The saw Im looking at is in SW Medina. Is that the same one? That is good to know that the seller is a good guy to deal with. Thanks Epicklein22!

Its great to be able to come to a site like this and check in to credibility of a seller.


----------



## jeepyfz450 (Apr 5, 2010)

I just bought a used 660 that is very nice for 650$ i would pay the same for a nice 066.


----------



## dankelly125 (Apr 7, 2010)

Got my 066 magnum from Don. Functionally its in great shape. Starts right up! Cant complain there. Now Im working on the cosmetics of it.
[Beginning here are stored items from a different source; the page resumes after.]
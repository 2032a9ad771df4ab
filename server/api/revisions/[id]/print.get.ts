import { revisionIdParams } from '../../../utils/records-schemas'
import { CAUTION } from '../../../utils/print-templates'

/** What the print page shows: the frozen report and the title block, nothing that changes after approval. */
export default defineEventHandler(async (event) => {
  const { id } = validParams(event, revisionIdParams)
  const user = await requireUser(event)
  const detail = await getRevisionDetail(id, user)
  return { id: detail.id, titleBlock: titleBlockOf(detail), reportHtml: detail.reportHtml, caution: CAUTION }
})
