import { revisionIdParams } from '../../../utils/records-schemas'

export default defineEventHandler(async (event) => {
  const { id } = validParams(event, revisionIdParams)
  const user = await requireRole(event, 'records', 'admin')
  setResponseStatus(event, 201)
  return idempotent(event, user.id, { id }, () => sealRevision(event, id, user))
})
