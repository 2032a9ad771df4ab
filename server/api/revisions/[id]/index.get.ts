import { revisionIdParams } from '../../../utils/records-schemas'

export default defineEventHandler(async (event) => {
  const { id } = validParams(event, revisionIdParams)
  const user = await authorize(event, id)
  return getRevisionDetail(id, user)
})
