def main(argv: list[str] | None = None) -> int:
    ap = argparse.ArgumentParser(description=__doc__.splitlines()[0])
    ap.add_argument("--install-tools", action="store_true",
                    help="apt-get install qemu-user-static, binfmt-support and debootstrap if missing")
    a = ap.parse_args(argv)
    t0 = time.monotonic()
    OUT.mkdir(parents=True, exist_ok=True)
    try:
        ensure_tools(a.install_tools)
        built = build_root()
        copy_checkout()
        ref = host_outputs()
        with Mounted():
            found = checks(ref)
        v = verdicts(ref, found["facts"])
    except (CheckError, OSError, subprocess.CalledProcessError, subprocess.TimeoutExpired) as e:
        log(f"failed: {e}")
        return 2
    report = {"root": str(ROOT), "root_build_seconds": round(built, 1),
              "wall_seconds": round(time.monotonic() - t0, 1), **found, **v,
              "note": "emulated (qemu-user): timings say nothing about a real board's speed"}
    tmp = OUT / "report.json.tmp"
    tmp.write_text(json.dumps(report, indent=1))
    tmp.replace(OUT / "report.json")
    return summarise(report)


def summarise(r: dict) -> int:
    f = r["facts"]
    log(f"{f['machine']}: Python {f['python']}, onnxruntime {f['onnxruntime']}, numpy {f['numpy']}, "
        f"opencv-python {f['opencv']}; int8 types chosen: {f['int8_types']}")
    for name, s in r["steps"].items():
        extra = {k: v for k, v in s.items() if k not in ("seconds", "command")}
        log(f"  {name}: {s['seconds']} s emulated {extra if extra else ''}")
    log("largest |aarch64 - x86_64| output difference per bundled model (units of 255):")
    bad = 0
    for d in r["models"]:
        mark = "ok" if d["ok"] else "EXCEEDS"
        bad += not d["ok"]
        log(f"  {d['model']:28s} {d['precision']:5s} max {d['max_abs']:3d} (tolerance {d['tolerance']:3d}) "
            f"mean {d['mean_abs']:.3f}  {mark}")
    for k in ("int8_types_ok", "excluded_onnxruntime_ok", "torch_absent_ok"):
        bad += not r[k]
        log(f"  {k.removesuffix('_ok').replace('_', ' ')}: {'ok' if r[k] else 'FAILED'}")
    log(f"wall time {r['wall_seconds']} s (root build {r['root_build_seconds']} s); "
        f"{r['note']}; report: {OUT / 'report.json'}")
    return 1 if bad else 0


if __name__ == "__main__":
    sys.exit(main())
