"""How fast the engine steps particles, against what the hardware allows, in one sitting.

Everything is measured in one process and interleaved (engine batch, copy, engine batch, ...)
so that ratios hold on a noisy shared machine; each figure is the best of its repeats.

- engine: :class:`streamsim.engine.Simulation` built from the default deck (two species) on
  the production grid (CELLS = 4096 cells) with ``particles_per_cell`` chosen to reach N
  particles, stepped by ``advance()`` exactly as a run steps it (push, deposit, field solve,
  diagnostics at the deck's default cadence), after warm-up steps. Reported in
  particle-steps/s, with the kernel alone, the rest of ``advance`` (field solve, sums, checks)
  and the handlers (diagnostics, peak snapshots) as separate lines.
- roofline: copy bandwidth (parallel, same threads, slice copies that compile to a memcpy-class
  loop) on two arrays of the particle arrays' size, converted at 32 bytes per particle-step
  (x and u as float64, read and written).
- ladder: what limits the speed. Three partial loops on the same particles (the in-place stream
  of x and u alone; + the relativistic push and wrap; + the CIC gather), then the full kernel
  (+ deposit and sums), then the whole step, each in particle-steps/s beside the roofline.
- peer: :mod:`streamsim.numpy_peer`, the same step in plain vectorised numpy (np.bincount
  deposit, rfft Poisson), on copies of the same particles.
- whole run: two fresh ``streamsim run`` processes of the default physics at WHOLE_RUN_PARTICLES
  (50 and 800 steps, analysis and figures included), differenced so that start-up, the end
  checkpoint and the fixed part of the analysis cancel; the time outside the time loop
  (start-up, io, analysis, figures) of each process is reported beside it.
- memory: peak resident bytes per particle of a run, measured in a fresh subprocess.
- cached start: wall time of a fresh ``python -c "import streamsim; streamsim.run(...)"``
  of a small deck with the numba cache warm.
- outside the loop: the default demo with and without ``--no-analysis`` (interleaved
  processes), what analysis, tables and figures add at WHOLE_RUN_PARTICLES, each of them timed
  in-process, the default checkpoint cadence against the long whole run's loop, and the whole
  run's per-step rate against the engine step.
"""
from __future__ import annotations

import json
import math
import os
import platform
import subprocess
import sys
import time
from pathlib import Path

import numpy as np

#: bytes moved per particle-step at the roofline: x and u, float64, read and written
BYTES_PER_PARTICLE_STEP = 32
#: cells of the benchmark deck (the production grid)
CELLS = 4096
#: the scaling table; the headline is its largest N below 1e7 that is >= HEADLINE_MIN
DEFAULT_PARTICLES = (100_000, 1_000_000, 2_097_152, 10_000_000)
#: the headline's particle count must be at least this (production size, arrays beyond cache)
HEADLINE_MIN = 2_000_000
#: the whole-run processes: 4096 cells x 256 particles per cell per species, two species
WHOLE_RUN_PARTICLES = 2_097_152
WHOLE_RUN_STEPS = (50, 800)
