def assess_output(levels: list[dict], factor: float, tolerance: float = DEFAULT_TOLERANCE,
                  limited: bool = False) -> dict:
    """change, order, extrapolated, error terms and verdict of one output from its levels
    [{"value", "err", ...}] (coarse to fine); ``limited``: grid-limited at the finest level.

    Verdict "converged" only when every level has a value, the error of the finest level is
    smaller than the value itself, and both the last change and the gap between the finest level
    and the Richardson estimate (where the three finest levels give one) lie within the
    statistical error of the two finest levels or within ``tolerance`` x |finest value|."""
    vals = [finite_or_none(lv.get("value")) for lv in levels]
    errs = [finite_or_none(lv.get("err")) for lv in levels]
    out = {"change": None, "relative_change": None, "combined_err": None, "order": None,
           "extrapolated": None, "richardson_gap": None, "error_terms": None,
           "total_err": None, "verdict": "not converged", "reason": None}
    reasons = []
    missing = [i for i, v in enumerate(vals) if v is None]
    if missing:
        reasons.append("no value at level " + ", ".join(str(i) for i in missing))
    comb = None
    within = []
    if len(vals) >= 2 and vals[-1] is not None and vals[-2] is not None:
        ch = vals[-1] - vals[-2]
        out["change"] = ch
        out["relative_change"] = ch / abs(vals[-1]) if vals[-1] else None
        if errs[-1] is not None or errs[-2] is not None:
            comb = math.sqrt((errs[-1] or 0.0) ** 2 + (errs[-2] or 0.0) ** 2)
        out["combined_err"] = comb
        within.append(("last change", ch))
    if len(vals) >= 3 and None not in vals[-3:]:
        out["order"], out["extrapolated"] = richardson(*vals[-3:], factor)
        if out["extrapolated"] is not None:
            out["richardson_gap"] = out["extrapolated"] - vals[-1]
            within.append(("Richardson gap", out["richardson_gap"]))
    terms = {"statistical": comb, "richardson_gap": (abs(out["richardson_gap"])
                                                      if out["richardson_gap"] is not None
                                                      else None)}
    have = [v for v in terms.values() if v is not None]
    out["error_terms"] = terms
    out["total_err"] = math.sqrt(sum(v * v for v in have)) if have else None
    f3 = vals[-1] if vals else None
    for what, d in within:
        if not (abs(d) <= (comb or 0.0) or (f3 is not None and abs(d) <= tolerance * abs(f3))):
            reasons.append(f"{what} {d:.3g} exceeds both the statistical error "
                           f"{'n/a' if comb is None else format(comb, '.2g')} and the tolerance "
                           f"{tolerance:g} x |finest value|")
    if f3 is not None and errs[-1] is not None and errs[-1] >= abs(f3):
        reasons.append(f"the finest level's error {errs[-1]:.2g} is not smaller than its value")
    if not within:
        reasons.append("fewer than two levels with a value")
    if not reasons:
        out["verdict"] = "converged"
    out["reason"] = "; ".join(reasons) or None
    if limited:
        out["verdict"] = "grid-limited"
        out["reason"] = "the finest level flags the output as set by the grid"
    return out
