@nb.njit(inline="always")
def _push_block(x, u, ee, qm_dt, dt, length, inv_len, inv_dx, fng, dump, shape, b0, m, c,
                ke, fw, ib):
    """One vectorised pass over particles b0 .. b0+m-1: gather E(x^n), push, wrap, store x, u,
    and leave in the chunk's scratch the kinetic term gamma - 1 (``ke``), the node index
    (``ib``) and the shape coordinate (``fw``: f = x/dx - i for CIC, d = x/dx - i for NGP/TSC)
    of x^{n+1}. ``shape`` is a literal where this is inlined. Node t of the grid is ee[t + 1]
    (ghost nodes -1, N, N+1), so no index is wrapped here. A position not inside [0, L)
    (NaN/Inf) is gathered at x = 0; a non-finite x^{n+1} shows as a non-finite block sum of
    ``fw``, and only then a second pass counts such particles and sends them to the dump node.
    Returns (lowest node, highest node, number of non-finite particles)."""
    cc = _ix(c)
    one = _ix(1)
    two = _ix(2)
    jmin = dump
    jmax = -1
    nbad = 0
    for k in range(m):
        j = _ix(b0 + k)
        kk = _ix(k)
        xj = x[j]
        ok = (xj >= 0.0) & (xj < length)
        xg = (xj if ok else 0.0) * inv_dx
        if shape == 1:
            xg = min(xg, fng)
            i = int(xg)
            f = xg - i
            ii = _ix(i)
            ej = (1.0 - f) * ee[ii + one] + f * ee[ii + two]
        elif shape == 0:
            ej = ee[_ix(int(min(xg + 0.5, fng))) + one]
        else:
            i = int(min(xg + 0.5, fng))
            d = xg - i
            a = 0.5 - d
            b = 0.5 + d
            ii = _ix(i)
            ej = 0.5 * a * a * ee[ii] + (0.75 - d * d) * ee[ii + one] + 0.5 * b * b * ee[ii + two]
        un = u[j] + qm_dt * ej
        gn = math.sqrt(1.0 + un * un)
        r = 1.0 / (gn * (gn + 1.0))
        v = un * (gn + 1.0) * r                     # u / gamma
        xn = xj + v * dt
        xn = xn - length * math.floor(xn * inv_len)
        xn = xn + length if xn < 0.0 else xn        # rounding at the edges
        xn = xn - length if xn >= length else xn
        u[j] = un
        x[j] = xn
        ke[cc, kk] = un * un * gn * r               # gamma - 1 without cancellation
        ok = (xn >= 0.0) & (xn < length)            # False for NaN
        xg = (xn if ok else 0.0) * inv_dx           # a safe index for every particle
        if shape == 1:
            i = int(min(xg, fng))
        else:
            i = int(min(xg + 0.5, fng))
        fw[cc, kk] = xn * inv_dx - i                # not finite for a bad particle
        ib[cc, kk] = i
        jmin = min(jmin, i)
        jmax = max(jmax, i)
    t = _block_sum(fw, c, m)
    if not t - t == 0.0:                        # some x^{n+1} is not finite: a rare second pass
        for k in range(m):
            kk = _ix(k)
            d = fw[cc, kk]
            if not d - d == 0.0:
                nbad += 1
                ib[cc, kk] = dump
                fw[cc, kk] = 0.0
                jmax = dump
    return jmin, jmax, nbad


@nb.njit(fastmath={"reassoc"}, boundscheck=False, error_model="numpy")
def _node_sums(ib, fw, c, m, t, shape):
    """The block's shape weights that fall on the three nodes t - 1, t, t + 1 from particles
    whose node index is t (CIC: on t, t + 1 from the particles in cell t), by masked sums that
    vectorise; reassociation fixes the order of the additions in the compiled code, the same
    on every call and run."""
    s0 = 0.0
    s1 = 0.0
    s2 = 0.0
    cc = _ix(c)
    for k in range(m):
        kk = _ix(k)
        hit = ib[cc, kk] == t
        d = fw[cc, kk]
        if shape == 1:
            s0 += (1.0 - d) if hit else 0.0
            s1 += d if hit else 0.0
        elif shape == 0:
            s1 += 1.0 if hit else 0.0
        else:
            a = 0.5 - d
            b = 0.5 + d
            s0 += 0.5 * a * a if hit else 0.0
            s1 += (0.75 - d * d) if hit else 0.0
            s2 += 0.5 * b * b if hit else 0.0
    return s0, s1, s2


@nb.njit(fastmath={"reassoc"}, boundscheck=False, error_model="numpy")
def _block_sum(a, c, m):
    """Sum of a[c, :m]. Reassociation lets the compiler vectorise it: the order of the
    additions is then fixed by the compiled code, the same on every call and run."""
    t = 0.0
    for k in range(m):
        t += a[_ix(c), _ix(k)]
    return t


@nb.njit(fastmath={"reassoc"}, boundscheck=False, error_model="numpy")
def _range_sum(a, lo, m):
    """Sum of a[lo:lo + m], vectorised as :func:`_block_sum`."""
    t = 0.0
    for k in range(m):
        t += a[_ix(lo + k)]
    return t


@nb.njit(inline="always")
def _deposit_block(m, c, fw, ib, acc, nsub, stride, jmin, jmax, shape):
    """Add the block's weights at x^{n+1} into the chunk's row copies: by masked sums over the
    nodes jmin .. jmax when they are fewer than WINDOW, else by a scalar scatter in which copy
    k & (nsub - 1) takes particle k. Row slot t + 1 is node t (CIC: cell t deposits on slots
    t + 1, t + 2; NGP/TSC: node t on slots t, t + 1, t + 2)."""
    cc = _ix(c)
    one = _ix(1)
    two = _ix(2)
    if jmax - jmin < WINDOW:
        for t in range(jmin, jmax + 1):
            s0, s1, s2 = _node_sums(ib, fw, c, m, t, shape)
            tt = _ix(t)
            if shape == 1:
                acc[cc, tt + one] += s0
                acc[cc, tt + two] += s1
            elif shape == 0:
                acc[cc, tt + one] += s1
            else:
                acc[cc, tt] += s0
                acc[cc, tt + one] += s1
                acc[cc, tt + two] += s2
        return
    for k in range(m):
        kk = _ix(k)
        base = _ix((k & (nsub - 1)) * stride) + _ix(ib[cc, kk])
        d = fw[cc, kk]
        if shape == 1:
            acc[cc, base + one] += 1.0 - d
            acc[cc, base + two] += d
        elif shape == 0:
            acc[cc, base + one] += 1.0
        else:
            a = 0.5 - d
            b = 0.5 + d
            acc[cc, base] += 0.5 * a * a
            acc[cc, base + one] += 0.75 - d * d
            acc[cc, base + two] += 0.5 * b * b


@nb.njit(parallel=True, cache=True, boundscheck=False, error_model="numpy")
def _push_deposit(x, u, efield, qm_dt, dt, length, shape, nchunks, partial, sums):
    n = x.size
    ng = efield.size
    inv_dx = ng / length
    inv_len = 1.0 / length
    fng = float(ng)
    chunk = (n + nchunks - 1) // nchunks
    ee = np.empty(ng + 3)                   # E on nodes -1 .. N+1: ee[t] = E[(t - 1) mod N]
    for t in range(ng):
        ee[t + 1] = efield[t]
    ee[0] = efield[ng - 1]
    ee[ng + 1] = efield[0]
    ee[ng + 2] = efield[1 % ng]
    nsub = SUBROWS if ng <= SUBROW_MAX_CELLS else 1
    stride = ng + 3 + _DUMP
    dump = ng + 3                           # row slots ng + 3 .. ng + 5: never folded
    # per-chunk scratch, allocated here (not in the parallel body) so that the body holds no
    # array views: numba then marks the body's arrays as not aliasing, which lets the loops
    # vectorise
    ke = np.zeros((nchunks, BLOCK))
    fw = np.zeros((nchunks, BLOCK))
    ib = np.zeros((nchunks, BLOCK), np.int32)
    acc = np.zeros((nchunks, nsub * stride + 16))
    # per-chunk running sums of the SUM_* columns; rows padded to 128 bytes and the row copies
    # by 16 values, so that no cache line is written by two threads
    lanes = np.zeros((nchunks, 16))
    for c in nb.prange(nchunks):
        lo = min(n, c * chunk)
        hi = min(n, lo + chunk)
        for b0 in range(lo, hi, BLOCK):
            m = min(BLOCK, hi - b0)
            if shape == 1:
                jmin, jmax, nbad = _push_block(x, u, ee, qm_dt, dt, length, inv_len, inv_dx,
                                               fng, dump, 1, b0, m, c, ke, fw, ib)
                _deposit_block(m, c, fw, ib, acc, nsub, stride, jmin, jmax, 1)
            elif shape == 0:
                jmin, jmax, nbad = _push_block(x, u, ee, qm_dt, dt, length, inv_len, inv_dx,
                                               fng, dump, 0, b0, m, c, ke, fw, ib)
                _deposit_block(m, c, fw, ib, acc, nsub, stride, jmin, jmax, 0)
            else:
                jmin, jmax, nbad = _push_block(x, u, ee, qm_dt, dt, length, inv_len, inv_dx,
                                               fng, dump, 2, b0, m, c, ke, fw, ib)
                _deposit_block(m, c, fw, ib, acc, nsub, stride, jmin, jmax, 2)
            # the n-1/2 side is the caller's
            lanes[c, SUM_KE_NEW] += _block_sum(ke, c, m)
            lanes[c, SUM_U_NEW] += _range_sum(u, b0, m)
            lanes[c, SUM_BAD] += nbad
        # fold the row copies and the ghost nodes into the chunk's row of ``partial``
        for t in range(ng):
            partial[c, t] = 0.0
        for s in range(nsub):
            o = s * stride
            for t in range(ng):
                partial[c, t] += acc[c, o + t + 1]
            partial[c, ng - 1] += acc[c, o]
            partial[c, 0] += acc[c, o + ng + 1]
            partial[c, 1 % ng] += acc[c, o + ng + 2]
        for q in range(5):
            sums[c, q] = lanes[c, q]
Some nicks and scrapes and scuffs that I need to work out. (but its a used saw...I didnt expect it to be 100% new) I will post a picture when Im done! 


Thanks again Don!


----------



## epicklein22 (Apr 7, 2010)

dankelly125 said:


> Got my 066 magnum from Don. Functionally its in great shape. Starts right up! Cant complain there. Now Im working on the cosmetics of it. Some nicks and scrapes and scuffs that I need to work out. (but its a used saw...I didnt expect it to be 100% new) I will post a picture when Im done!
> 
> 
> Thanks again Don!


----------



## murf (Apr 7, 2010)

paid $650 for my 660 just about a year ago. Saw was in Great mechanical shape, and Pretty good cosmetic shape. Had a 30" Stihl Rolo bar, and now sports square ground chisel.

Couldn't be happier.

Good Luck

Murf


----------



## Evan (Apr 7, 2010)

does it look like this or does it have the newer plastic with a hump in it.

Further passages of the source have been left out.